Here are the 4 wire instructions. they say to hook the ground wire from the whip to the frame and then put the chasis ground wire from the dryer to the neutral.

http://support-us.samsung.com/cyber...1809824102!2130155397!1360077494912&from_osc=

So I don't think they've mixed things up.


Under the 'notes' section on the 3 wire it states:
"The dryer is grounded to the neutral conductor at the terminal block."


Should I just add my own bonding strap for redundancy / garuntee?


----------



## Bassreflex (Feb 5, 2013)

gregzoll said:


> Samsung I do believe has their pictures screwed up. They are showing bonding the Ground to Neutral on a 4-wire setup, not the other way around.


The chassis ground goes up into the dryer somewhere, that is not part of the whip.


----------



## gregzoll (Dec 25, 2006)

The bonding strap is the ground wire. I looked at both, and appears that Samsung may have screwed their pictures up. The picture for the 3 wire is on the 4-wire link and vice versa.

If you want to test to see if the ground connected to the chassis is bonded to the Neutral, you can use a meter that has a setting for checking for a open or short, and touch one probe to the chassis with the ground wire connected to it, and the other to the Neutral. If it does not beep, it is not bonded. If you connect the ground wire to the Neutral, then touch one probe to the chassis, and one to the Neutral, and it beeps, then you know that Samsung has their drawings screwed up, and it should be brought to their attention.


----------



## Bassreflex (Feb 5, 2013)

gregzoll said:


> The bonding strap is the ground wire. I looked at both, and Samsung has screwed their pictures up. The picture for the 3 wire is on the 4-wire link and vice versa.
> 
> For the 3 wire connection, you would take the ground wire and place on the Neutral screw, then connect your 3 wire cord accordingly. If you want to test to see if the ground connected to the chassis is bonded to the Neutral, you can use a meter that has a setting for checking for a open or short, and touch one probe to the chassis with the ground wire connected to it, and the other to the Neutral. If it does not beep, it is not bonded. If you connect the ground wire to the Neutral, then touch one probe to the chassis, and one to the Neutral, and it beeps, then you know that Samsung has their drawings screwed up, and it should be brought to their attention.


While wired exactly as in the Samsung 3 wire photo, using a multimeter there is continuity between the green wire attached to the frame of the dryer and the neutral. Would this mean they are bonded?
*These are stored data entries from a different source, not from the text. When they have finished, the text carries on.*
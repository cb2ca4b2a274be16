package service_test

import (
	"context"
	"errors"
	"fmt"
	"math"
	"math/rand/v2"
	"strings"
	"testing"

	"google.golang.org/protobuf/proto"

	pb "limitary/api/limitary/v1"
	"limitary/internal/definition"
	"limitary/service"
)

func compute(t testing.TB, text string) (*pb.ComputeLimitsResponse, error) {
	t.Helper()
	return (&service.LimitService{}).ComputeLimits(context.Background(), message(t, text, &pb.ComputeLimitsRequest{}))
}

func TestComputedLimitsOfAHandfulOfValues(t *testing.T) {
	// By hand: mean 10, moving ranges 2, 1, 3; their mean 2 over 2/sqrt(pi) is 1.772454 (closed form of d2 for two).
	got, err := compute(t, `{"kind": "CHART_KIND_INDIVIDUALS", "series": {"values": [9, 11, 10, 7, 13]}, "publishedDecimals": 6, "exclusions": [{"point": 4, "reason": "spilt"}]}`)
	if err != nil {
		t.Fatal(err)
	}
	want := 2.0 / (2 / math.Sqrt(math.Pi))
	if math.Abs(got.ProcessSigma-want) > 5e-7 || got.N != 4 || *got.Location.Centre != 9.25 || !got.Provisional {
		t.Errorf("got sigma %v, n %d, centre %v, provisional %t; want %v, 4, 9.25, true", got.ProcessSigma, got.N, *got.Location.Centre, got.Provisional, want)
	}
	if len(got.Exclusions) != 1 || got.Exclusions[0].Point != 4 || got.Exclusions[0].Reason != "spilt" {
		t.Errorf("got exclusions %v", got.Exclusions)
	}
	if got.Dispersion.LowerAction.Value != nil || got.Dispersion.LowerAction.Basis != pb.Basis_BASIS_ABSENT {
		t.Errorf("got a lower line of the moving range, %v, want none: it cannot be below zero", got.Dispersion.LowerAction)
	}
}

func TestAMissingValueKeepsItsIndexAndBreaksTheChain(t *testing.T) {
	// Moving ranges left: |2-1| and |8-5|; across the missing value there is none.
	got, err := compute(t, `{"kind": "CHART_KIND_INDIVIDUALS", "points": {"points": [{"statistic": 1}, {"statistic": 2}, {}, {"statistic": 5}, {"statistic": 8}, {"statistic": 100}]},
		"publishedDecimals": 6, "exclusions": [{"point": 5, "reason": "wrong bottle"}]}`)
	if err != nil {
		t.Fatal(err)
	}
	want := 2.0 / (2 / math.Sqrt(math.Pi))
	if math.Abs(got.ProcessSigma-want) > 5e-7 || len(got.Exclusions) != 1 || got.Exclusions[0].Point != 5 {
		t.Errorf("got sigma %v, exclusions %v; want %v and point 5", got.ProcessSigma, got.Exclusions, want)
	}
}

func TestComputationsAreRefused(t *testing.T) {
	const xbar = `"kind": "CHART_KIND_XBAR_R", "subgroupSize": 2, `
	for _, c := range []struct{ name, request, reason, field, text string }{
		{"no kind", `{}`, "INVALID_FIELD", "kind", "XBAR_R"},
		{"a wrong size", `{"kind": "CHART_KIND_XBAR_R", "subgroupSize": 1}`, "INVALID_FIELD", "subgroup_size", "2 to 100"},
		{"no data", `{"kind": "CHART_KIND_INDIVIDUALS"}`, "LIMITS_NOT_COMPUTABLE", "data", "nothing to take the centre from"},
		{"equal values", `{"kind": "CHART_KIND_INDIVIDUALS", "series": {"values": [1, 1, 1]}}`, "LIMITS_NOT_COMPUTABLE", "data", "spread is zero"},
		{"an infinite value", `{"kind": "CHART_KIND_INDIVIDUALS", "series": {"values": [1, "Infinity"]}}`, "INVALID_FIELD", "series.values[1]", "finite"},
		{"an infinite value after a missing one", `{"kind": "CHART_KIND_INDIVIDUALS", "points": {"points": [{}, {"readings": {"values": ["NaN"]}}]}}`, "INVALID_FIELD", "points.points[1].readings.values[0]", "finite"},
		{"a statistic that is not a number", `{"kind": "CHART_KIND_INDIVIDUALS", "points": {"points": [{}, {"statistic": "NaN"}]}}`, "INVALID_FIELD", "points.points[1].statistic", "finite"},
		{"too many readings", `{` + xbar + `"points": {"points": [{"readings": {"values": [1, 2, 3]}}]}}`, "WRONG_READING_COUNT", "points.points[0].readings", "subgroup size, 2"},
		{"a series of subgroups", `{` + xbar + `"series": {"values": [1]}}`, "INVALID_FIELD", "series", "send points"},
		{"a statistic of a subgroup", `{` + xbar + `"points": {"points": [{"statistic": 1}]}}`, "INVALID_FIELD", "points.points[0].statistic", "takes readings"},
		{"an estimator that does not fit", `{` + xbar + `"estimator": "ESTIMATOR_MEDIAN_MOVING_RANGE"}`, "INVALID_FIELD", "estimator", "does not fit"},
		{"a sigma of zero", `{` + xbar + `"processSigma": 0}`, "INVALID_FIELD", "process_sigma", "larger than zero"},
		{"too many decimals", `{` + xbar + `"publishedDecimals": 400}`, "INVALID_FIELD", "published_decimals", "want 0 to"},
		{"a fixed line of another basis", `{` + xbar + `"locationLines": {"upperAction": {"value": 3, "tail": 0.01, "basis": "BASIS_TAIL_PROBABILITY"}}}`, "INVALID_FIELD", "location_lines.upper_action.basis", "METHOD_CRITERION"},
		{"lines that cross", `{"kind": "CHART_KIND_INDIVIDUALS", "centre": 1, "processSigma": 1, "locationLines": {"upperAction": {"value": -9, "basis": "BASIS_TARGET"}}}`, "INVALID_FIELD", "location_lines.upper_action", "below the upper"},
		{"an exclusion of nothing", `{"kind": "CHART_KIND_INDIVIDUALS", "series": {"values": [1, 2]}, "exclusions": [{"point": 2, "reason": "x"}]}`, "INVALID_FIELD", "exclusions[0].point", "0 to 1"},
		{"an exclusion without a reason", `{"kind": "CHART_KIND_INDIVIDUALS", "series": {"values": [1, 2]}, "exclusions": [{"point": 1}]}`, "INVALID_FIELD", "exclusions[0].reason", "empty"},
		{"an exclusion twice", `{"kind": "CHART_KIND_INDIVIDUALS", "series": {"values": [1, 2]}, "exclusions": [{"point": 1, "reason": "x"}, {"point": 1, "reason": "y"}]}`, "INVALID_FIELD", "exclusions[1].point", "twice"},
	} {
		t.Run(c.name, func(t *testing.T) {
			_, err := compute(t, c.request)
			var e *definition.Error
			if !errors.As(err, &e) {
				t.Fatalf("got %v, want a refusal", err)
			}
			if string(e.Reason) != c.reason || e.Field != c.field || !strings.Contains(e.Text, c.text) {
				t.Errorf("got %s %q: %q, want %s, field %q, %q in the text", e.Reason, e.Field, e.Text, c.reason, c.field, c.text)
			}
		})
	}
}

func TestComputationsTakeAHundredThousandPointsAndNoMore(t *testing.T) {
	for n, refused := range map[int]bool{100_000: false, 100_001: true} {
		values := make([]float64, n)
		for i := range values {
			values[i] = float64(i % 7)
		}
		_, err := (&service.LimitService{}).ComputeLimits(context.Background(), &pb.ComputeLimitsRequest{
			Kind: pb.ChartKind_CHART_KIND_INDIVIDUALS, Data: &pb.ComputeLimitsRequest_Series{Series: &pb.Series{Values: values}}})
		var e *definition.Error
		if refused && (!errors.As(err, &e) || e.Reason != definition.TooManyItems || !strings.Contains(e.Text, "100000")) || !refused && err != nil {
			t.Errorf("%d values: got %v, refused want %t", n, err, refused)
		}
	}
}

// TestWhatIsComputedCanBeJudgedBy sends computed limits back as inline limits, lines and all, and holds what they say of
// readings against the lines themselves.
func TestWhatIsComputedCanBeJudgedBy(t *testing.T) {
	const seed = 20261202
	t.Logf("seed %d", seed)
	r := rand.New(rand.NewPCG(seed, 2))
	for n := range 40 {
		size := []int{1, 4, 7}[n%3]
		kind := []pb.ChartKind{pb.ChartKind_CHART_KIND_INDIVIDUALS, pb.ChartKind_CHART_KIND_XBAR_R, pb.ChartKind_CHART_KIND_XBAR_S}[n%3]
		points := &pb.Points{}
		for range 30 {
			g := &pb.Readings{}
			for range size {
				g.Values = append(g.Values, math.Round(1000*(50+3*r.NormFloat64()))/1000)
			}
			points.Points = append(points.Points, &pb.Point{Value: &pb.Point_Readings{Readings: g}})
		}
		limits, err := (&service.LimitService{}).ComputeLimits(context.Background(), &pb.ComputeLimitsRequest{
			Kind: kind, SubgroupSize: int32(size), Data: &pb.ComputeLimitsRequest_Points{Points: points}})
		if err != nil {
			t.Fatal(err)
		}
		location := proto.Clone(limits.Location).(*pb.TraceLimits)
		location.RuleSet = "action-warning"
		inline := &pb.InlineLimits{Kind: kind, SubgroupSize: int32(size), PublishedDecimals: &limits.PublishedDecimals, Location: location,
			Dispersion: limits.Dispersion, ProcessSigma: &limits.ProcessSigma}
		got, err := (&service.EvaluationService{}).EvaluateBatch(context.Background(), &pb.EvaluateBatchRequest{Detail: pb.Detail_DETAIL_FULL,
			Evaluations: []*pb.Evaluation{{Limits: &pb.Evaluation_Inline{Inline: inline}, Data: &pb.Evaluation_Points{Points: points}}}})
		if err != nil {
			t.Fatal(err)
		}
		for _, v := range got.Evaluations[0].Verdicts {
			if *v.Location.UpperAction != *limits.Location.UpperAction.Value || *v.Location.LowerWarning != *limits.Location.LowerWarning.Value {
				t.Fatalf("case %d: point %d was judged by lines %v, computed were %v", n, v.Point, v.Location, limits.Location)
			}
			x := *v.Location.Statistic
			beyond := x > *limits.Location.UpperAction.Value || x < *limits.Location.LowerAction.Value
			if beyond != (v.Standing == pb.Standing_STANDING_STOP) {
				t.Fatalf("case %d: point %d at %v has standing %s, lines %v", n, v.Point, x, v.Standing, limits.Location)
			}
		}
	}
}

func TestListedRulesCanBeSentBack(t *testing.T) {
	sets, err := (&service.RuleService{}).ListRules(context.Background(), &pb.ListRulesRequest{})
	if err != nil {
		t.Fatal(err)
	}
	if len(sets.RuleSets) < 7 {
		t.Errorf("got %d sets, want the seven of the catalogue", len(sets.RuleSets))
	}
	const seed = 20261203
	r := rand.New(rand.NewPCG(seed, 3))
	values := make([]float64, 400)
	for i := range values {
		values[i] = 1.5 * r.NormFloat64()
	}
	series := &pb.Evaluation_Series{Series: &pb.Series{Values: values}}
	for _, set := range sets.RuleSets {
		var specs []*pb.RuleSpec
		for i, rule := range set.Rules {
			if rule.Description == "" || rule.Means == "" || rule.LookFirst == "" || rule.Spec.Id != fmt.Sprintf("%s/%d", set.Id, i+1) {
				t.Errorf("rule %v is not explained, or not numbered as listed", rule)
			}
			specs = append(specs, rule.Spec)
		}
		zero, one := 0.0, 1.0
		inline := func(l *pb.TraceLimits) *pb.Evaluation {
			l.Centre, l.Sigma = &zero, &one
			return &pb.Evaluation{Limits: &pb.Evaluation_Inline{Inline: &pb.InlineLimits{Location: l}}, Data: series}
		}
		got, err := (&service.EvaluationService{}).EvaluateBatch(context.Background(), &pb.EvaluateBatchRequest{Evaluations: []*pb.Evaluation{
			inline(&pb.TraceLimits{RuleSet: set.Id}), inline(&pb.TraceLimits{Rules: specs})}})
		if err != nil {
			t.Fatalf("%s: %v", set.Id, err)
		}
		if len(got.Evaluations[0].Hits) == 0 || !proto.Equal(got.Evaluations[0], got.Evaluations[1]) {
			t.Errorf("%s judges otherwise by its listed rules (seed %d)", set.Id, seed)
		}
	}
}
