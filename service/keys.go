package service

import (
	"context"
	"crypto/rand"
	"fmt"
	"strings"
	"time"

	pb "limitary/api/limitary/v1"
	"limitary/internal/definition"
	"limitary/internal/store"
)

// KeyService keeps keys and the principals they belong to.
type KeyService struct {
	pb.UnimplementedKeyServiceServer
	store *store.Store
	now   func() time.Time
}

// CreateKey makes a key. The token is in the first answer only; repeating the request gives the key without it.
func (s *KeyService) CreateKey(ctx context.Context, in *pb.CreateKeyRequest) (*pb.CreateKeyResponse, error) {
	who, req, err := writer(ctx, in.RequestId, in)
	if err != nil {
		return nil, err
	}
	k, err := keyFromProto(in, s.now())
	if err != nil {
		return nil, err
	}
	if !who.Key.Sees(k.Labels) {
		return nil, definition.Invalid("labels", "a key limited to labels makes only keys that have the same limits")
	}
	id, token, hash, err := NewToken(rand.Reader)
	if err != nil {
		return nil, err
	}
	k.ID = id
	k, fresh, err := s.store.CreateKey(ctx, who, req, k, hash)
	if err != nil {
		return nil, err
	}
	if !fresh {
		token = ""
	}
	return &pb.CreateKeyResponse{Key: KeyToProto(k), Token: token}, nil
}

// ListKeys gives the keys, without their secrets.
func (s *KeyService) ListKeys(ctx context.Context, in *pb.ListKeysRequest) (*pb.ListKeysResponse, error) {
	who, err := actor(ctx)
	if err != nil {
		return nil, err
	}
	p, err := readPage(in.PageSize, in.PageToken)
	if err != nil {
		return nil, err
	}
	keys, next, err := s.store.ListKeys(ctx, who, p, in.IncludeRevoked)
	if err != nil {
		return nil, err
	}
	out := &pb.ListKeysResponse{Keys: make([]*pb.Key, len(keys)), NextPageToken: next}
	for i, k := range keys {
		out.Keys[i] = KeyToProto(k)
	}
	return out, nil
}

// RevokeKey ends a key at once.
func (s *KeyService) RevokeKey(ctx context.Context, in *pb.RevokeKeyRequest) (*pb.RevokeKeyResponse, error) {
	who, req, err := writer(ctx, in.RequestId, in)
	if err = first(err, checkName("id", in.Id, 1)); err != nil {
		return nil, err
	}
	k, err := s.store.RevokeKey(ctx, who, req, in.Id)
	if err != nil {
		return nil, err
	}
	return &pb.RevokeKeyResponse{Key: KeyToProto(k)}, nil
}

const rolePrefix = "ROLE_"

func keyFromProto(in *pb.CreateKeyRequest, now time.Time) (definition.Key, error) {
	expires, err := readMoment("expire_time", in.ExpireTime)
	if err != nil {
		return definition.Key{}, err
	}
	if expires.IsZero() {
		expires = now.Add(definition.KeyLifeDefault).UTC().Truncate(time.Second)
	}
	k := definition.Key{Principal: in.Principal, Labels: in.Labels, Sources: in.Sources, ExpiresAt: expires}
	seen := map[pb.Role]bool{}
	for i, r := range in.Roles {
		if seen[r] {
			continue
		}
		seen[r] = true
		p, err := definition.ParsePermission(strings.ToLower(strings.TrimPrefix(r.String(), rolePrefix)))
		if err != nil {
			return k, definition.Invalid(fmt.Sprintf("roles[%d]", i), "%d: want READER, POSTER, AUTHOR, APPROVER, REVIEWER or ADMIN", r)
		}
		k.Roles = append(k.Roles, p)
	}
	return k, k.Check(now)
}

// KeyToProto gives a key in the contract's form.
func KeyToProto(k definition.Key) *pb.Key {
	out := &pb.Key{
		Id: k.ID, Principal: k.Principal, Labels: k.Labels, Sources: k.Sources,
		CreateTime: timeToProto(k.CreatedAt), ExpireTime: timeToProto(k.ExpiresAt), RevokeTime: timeToProto(k.RevokedAt),
	}
	for _, r := range k.Roles {
		out.Roles = append(out.Roles, pb.Role(pb.Role_value[rolePrefix+strings.ToUpper(string(r))]))
	}
	return out
}
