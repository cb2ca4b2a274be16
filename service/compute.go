package service

import (
	"context"
	"errors"
	"fmt"
	"math"
	"strings"

	pb "limitary/api/limitary/v1"
	"limitary/internal/chart"
	"limitary/internal/definition"
	"limitary/internal/diagnostics"
	"limitary/internal/limits"
	"limitary/internal/store"
)

// LimitService computes limits and keeps versions of them.
type LimitService struct {
	pb.UnimplementedLimitServiceServer
	store *store.Store
}

// ComputeLimits gives limits and findings for the data sent, and stores nothing.
func (s *LimitService) ComputeLimits(_ context.Context, in *pb.ComputeLimitsRequest) (*pb.ComputeLimitsResponse, error) {
	kind, err := kindFromProto("kind", in.Kind)
	if err != nil {
		return nil, err
	}
	if kind == chart.Given {
		return nil, noKind()
	}
	if kind.SizeImplied() && in.SubgroupSize == 0 {
		in.SubgroupSize = 1
	}
	if err := kind.CheckSize(int(in.SubgroupSize)); err != nil {
		return nil, definition.Invalid("subgroup_size", "%v", err)
	}
	req := limits.Request{Kind: kind, SubgroupSize: int(in.SubgroupSize), Centre: in.Centre, Sigma: in.ProcessSigma}
	if err := settings(&req, in.Estimator, in.PublishedDecimals, in.LocationLines, in.DispersionLines); err != nil {
		return nil, err
	}
	if _, err := readOptions(in.Options, &req); err != nil {
		return nil, under("options", err)
	}
	data, err := sentFromProto(kind, in.GetPoints(), in.GetSeries(), in.Exclusions)
	if err != nil {
		return nil, err
	}
	req.Groups = data.groups
	c, err := compute(req, diagnostics.Times{}, data.path)
	if err != nil {
		return nil, err
	}
	for i := range c.result.Excluded {
		c.result.Excluded[i].Group = data.points[c.result.Excluded[i].Group]
	}
	out := computedToProto(c)
	if in.InForce != nil {
		if out.ChangeTest, err = CompareSent(in.InForce, req, data.path); err != nil {
			return nil, err
		}
	}
	return out, nil
}

func noKind() error {
	return definition.Invalid("kind", "is not set; want one of %s", strings.ToUpper(chart.KindNames()))
}

// computed is a computation with what its data say.
type computed struct {
	result      limits.Result
	diagnostics diagnostics.Report
}

// compute gives limits and diagnostics; path names group i in a refusal.
func compute(req limits.Request, about diagnostics.Times, path func(i int, tail string) string) (computed, error) {
	res, err := limits.Compute(req)
	if err != nil {
		return computed{}, computeRefusal(err, path)
	}
	out := computed{result: res}
	if len(req.Groups) > 0 {
		out.diagnostics = diagnostics.Examine(req, res, about)
	}
	return out, nil
}

// sent is data sent along, ready for a computation.
type sent struct {
	groups []limits.Group
	// points has the index, as sent, of each group; values that are missing have no group.
	points []int
	// of has the group of each value sent, -1 where it is missing.
	of     []int
	series bool
	// statistics tells the groups that were sent as a statistic, not as readings.
	statistics []bool
}

// path names where group i came from, and below it what the computation calls tail.
func (s *sent) path(i int, tail string) string {
	switch at := s.points[i]; {
	case s.series:
		return fmt.Sprintf("series.values[%d]", at)
	case s.statistics[i]:
		return fmt.Sprintf("points.points[%d].statistic", at)
	default:
		return fmt.Sprintf("points.points[%d]%s", at, tail)
	}
}

// add takes in the next value, or that there is none. What is missing breaks the chain of moving ranges.
func (s *sent) add(g limits.Group, there, statistic bool) {
	if !there {
		s.of = append(s.of, -1)
		return
	}
	at := len(s.of)
	g.BreakBefore = g.BreakBefore || at > 0 && s.of[at-1] < 0
	g.Decimals = limits.DecimalsUnknown
	s.of, s.points, s.groups = append(s.of, len(s.groups)), append(s.points, at), append(s.groups, g)
	s.statistics = append(s.statistics, statistic)
}

// settings fills what a computation and a proposal have in common.
func settings(req *limits.Request, e pb.Estimator, decimals *int32, location, dispersion *pb.FixedLines) error {
	var err error
	if req.Estimator, err = estimatorFromProto(e); err != nil {
		return err
	}
	if decimals != nil {
		d := int(*decimals)
		req.PublishedDecimals = &d
	}
	if req.Fixed[chart.Location], err = fixedLines(location); err != nil {
		return under("location_lines", err)
	}
	req.Fixed[chart.Dispersion], err = fixedLines(dispersion)
	return under("dispersion_lines", err)
}

var estimators = map[pb.Estimator]limits.Estimator{
	pb.Estimator_ESTIMATOR_UNSPECIFIED:         limits.DefaultEstimator,
	pb.Estimator_ESTIMATOR_MEAN_MOVING_RANGE:   limits.MeanMovingRange,
	pb.Estimator_ESTIMATOR_MEDIAN_MOVING_RANGE: limits.MedianMovingRange,
	pb.Estimator_ESTIMATOR_R_BAR_OVER_D2:       limits.RBar,
	pb.Estimator_ESTIMATOR_S_BAR_OVER_C4:       limits.SBar,
	pb.Estimator_ESTIMATOR_POOLED:              limits.Pooled,
	pb.Estimator_ESTIMATOR_OVERALL:             limits.Overall,
}

func estimatorFromProto(e pb.Estimator) (limits.Estimator, error) {
	out, ok := estimators[e]
	if !ok {
		return 0, definition.Invalid("estimator", "%d: no such value", e)
	}
	return out, nil
}

func fixedLines(in *pb.FixedLines) (out limits.FixedLines, err error) {
	for _, l := range []struct {
		field string
		in    *pb.Line
		out   **chart.Line
	}{
		{"lower_action", in.GetLowerAction(), &out.LowerAction}, {"upper_action", in.GetUpperAction(), &out.UpperAction},
		{"lower_warning", in.GetLowerWarning(), &out.LowerWarning}, {"upper_warning", in.GetUpperWarning(), &out.UpperWarning},
	} {
		if l.in == nil {
			continue
		}
		line, err := fixedLine(l.in)
		if err != nil {
			return out, under(l.field, err)
		}
		if line.Basis == chart.SigmaMultiple && l.in.Value == nil {
			continue // as computed
		}
		if line.Basis != chart.MethodCriterion && line.Basis != chart.Target && line.Basis != chart.Absent {
			return out, definition.Invalid(l.field+".basis", "want METHOD_CRITERION, TARGET or ABSENT; other lines are computed")
		}
		*l.out = &line
	}
	return out, nil
}

// sentFromProto reads data sent along with what is left out of the estimate.
func sentFromProto(kind chart.Kind, points *pb.Points, series *pb.Series, exclusions []*pb.Exclusion) (*sent, error) {
	s := &sent{series: series != nil}
	var err error
	switch {
	case series != nil && kind != chart.Individuals:
		return nil, definition.Invalid("series", "has one value a point, but the chart is of kind %s; send points with readings", kind)
	case series != nil:
		err = s.takeSeries(series.Values)
	default:
		err = s.takePoints(kind, points.GetPoints())
	}
	if err != nil {
		return nil, err
	}
	return s, s.exclude(exclusions)
}

func (s *sent) takeSeries(values []float64) error {
	if err := tooMany("series.values", len(values), PointsMax, "values"); err != nil {
		return err
	}
	for i, x := range values {
		s.add(limits.Group{Readings: values[i : i+1 : i+1]}, !math.IsNaN(x), false)
	}
	return nil
}

func (s *sent) takePoints(kind chart.Kind, points []*pb.Point) error {
	if err := tooMany("points.points", len(points), PointsMax, "points"); err != nil {
		return err
	}
	for i, p := range points {
		field := func(name string) string { return fmt.Sprintf("points.points[%d].%s", i, name) }
		if p.Centre != nil || p.Sigma != nil {
			return definition.Invalid(field("centre"), "centre and sigma of a point are for judging, not for computing limits")
		}
		g, statistic := limits.Group{BreakBefore: p.BreakBefore, Material: p.Material}, false
		switch v := p.GetValue().(type) {
		case nil:
		case *pb.Point_Statistic:
			if kind != chart.Individuals {
				return definition.Invalid(field("statistic"), "a chart of kind %s takes %s", kind, takes(kind))
			}
			g.Readings, statistic = []float64{v.Statistic}, true
		case *pb.Point_Readings:
			if kind.Counts() {
				return definition.Invalid(field("readings"), "a chart of kind %s takes counts", kind)
			}
			if len(v.Readings.GetBounds()) > 0 {
				return definition.Invalid(field("readings.bounds"), "are given, but no limits are computed from bounds; leave such points out")
			}
			g.Readings = v.Readings.GetValues()
		case *pb.Point_Count:
			if !kind.Counts() {
				return noCounts(field("count"), kind)
			}
			g.Count = &chart.Count{Nonconforming: v.Count.GetNonconforming(), Inspected: v.Count.GetInspected()}
		}
		s.add(g, p.Value != nil, statistic)
	}
	return nil
}

// takes names what results of a kind hold.
func takes(kind chart.Kind) string {
	if kind.Counts() {
		return "counts"
	}
	return "readings"
}

// exclude marks the groups left out of the estimate.
func (s *sent) exclude(exclusions []*pb.Exclusion) error {
	if err := tooMany("exclusions", len(exclusions), ExclusionsMax, "exclusions"); err != nil {
		return err
	}
	for i, e := range exclusions {
		field := func(name string) string { return fmt.Sprintf("exclusions[%d].%s", i, name) }
		if e.Point < 0 || int(e.Point) >= len(s.of) {
			return definition.Invalid(field("point"), "%d: there are points 0 to %d", e.Point, len(s.of)-1)
		}
		if err := definition.CheckText(field("reason"), e.Reason, 1, limits.ReasonBytesMax); err != nil {
			return err
		}
		at := s.of[e.Point]
		if at < 0 {
			return definition.Invalid(field("point"), "%d has no value to exclude", e.Point)
		}
		if s.groups[at].Excluded {
			return definition.Invalid(field("point"), "%d is excluded twice", e.Point)
		}
		s.groups[at].Excluded, s.groups[at].ExclusionReason = true, e.Reason
	}
	return nil
}

// computeRefusal turns what package limits says of a request into a refusal. Where the data as a whole do not give
// limits the reason says so; a wrong figure is an invalid field.
func computeRefusal(err error, group func(i int, tail string) string) error {
	var e *limits.Error
	if !errors.As(err, &e) {
		return err
	}
	text := optionNames.Replace(e.Problem)
	if e.Value != "" {
		text = e.Value + ": " + text
	}
	switch name, rest, below := strings.Cut(e.Field, "["); {
	case e.Field == "sigma":
		return definition.Invalid("process_sigma", "%s", text)
	case e.Field == "groups":
		return &definition.Error{Reason: definition.LimitsNotComputable, Field: "data", Text: text}
	case name == "groups" && below:
		var i int
		tail := ""
		if number, after, ok := strings.Cut(rest, "]"); ok {
			fmt.Sscan(number, &i)
			tail = contractNames.Replace(after)
		}
		reason := definition.InvalidField
		if tail == ".readings" {
			reason = definition.WrongReadingCount
		}
		return &definition.Error{Reason: reason, Field: group(i, tail), Text: text}
	}
	return definition.Invalid(contractField(e.Field), "%s", text)
}

// contractField gives the path of a field of package limits in the contract.
func contractField(field string) string {
	if named := optionNames.Replace(field); named != field {
		return named
	}
	if strings.HasPrefix(field, "transform") || strings.HasPrefix(field, "levels") {
		return "options." + field
	}
	return contractNames.Replace(field)
}

// optionNames turns the names of what kinds can be asked for into those of the contract.
var optionNames = strings.NewReplacer(
	"counts.method", "options.count_method", "counts.extra", "options.extra_variation", "counts.meanUpperBound", "options.mean_upper_bound",
	"duplicates.sigmas", "options.band_sigma", "duplicates.bands", "options.band_from", "duplicates.function", "options.spread_function",
	"duplicates.absoluteSigma", "options.absolute_sigma", "duplicates.absoluteBelow", "options.absolute_below",
	"duplicates.absolute_below", "options.absolute_below", "duplicates.s0", "options.s0", "duplicates.b", "options.b",
	"betweenSigma", "options.between_sigma",
)

// contractNames turns the field names of package limits into those of the contract.
var contractNames = strings.NewReplacer(
	"fixed.location.", "location_lines.", "fixed.dispersion.", "dispersion_lines.",
	"lowerAction", "lower_action", "upperAction", "upper_action", "lowerWarning", "lower_warning", "upperWarning", "upper_warning",
	"subgroupSize", "subgroup_size", "publishedDecimals", "published_decimals", "exclusionReason", "reason",
	"readings[", "readings.values[",
)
Actually I get continuity when I touch one probe to any part of the chassis that is not covered by paint/etc and one probe to the neutral terminal block screw.


----------



## gregzoll (Dec 25, 2006)

Yes, that means that the ground & Neutral are bonded. If you take the green wire off the chassis, then you should get nothing when touching Chassis & Neutral.


----------



## paulsmith544 (Dec 21, 2012)

gregzoll said:


> Samsung I do believe has their pictures screwed up. They are showing bonding the Ground to Neutral on a 4-wire setup, not the other way around.


He is right i agree with him Samsung do screw up their pictures.


----------



## danpik (Sep 11, 2011)

paulsmith544 said:


> He is right i agree with him Samsung do screw up their pictures.


 Without seeing a full schematic fo the electrical system to see what they are actually doing with that green wire it is hard to tell the right way-vs-the wrong way. It could be that they are using that green wire as a neutral wire for the control board 120 circuit.


----------



## hardwareman (Oct 9, 2010)

danpik said:


> Without seeing a full schematic fo the electrical system to see what they are actually doing with that green wire it is hard to tell the right way-vs-the wrong way. It could be that they are using that green wire as a neutral wire for the control board 120 circuit.


green wires are ALWAYS ground wires, never neutral


----------



## danpik (Sep 11, 2011)

hardwareman said:


> green wires are ALWAYS ground wires, never neutral


 If you look at the 4 wire hookup diagram they provided you will see that they have you hook the green ground wire to the cord neutral. That is whay I indicated that they COULD be using it as a neutral and whithout a schematic it is hard to tell what they are doing with it


----------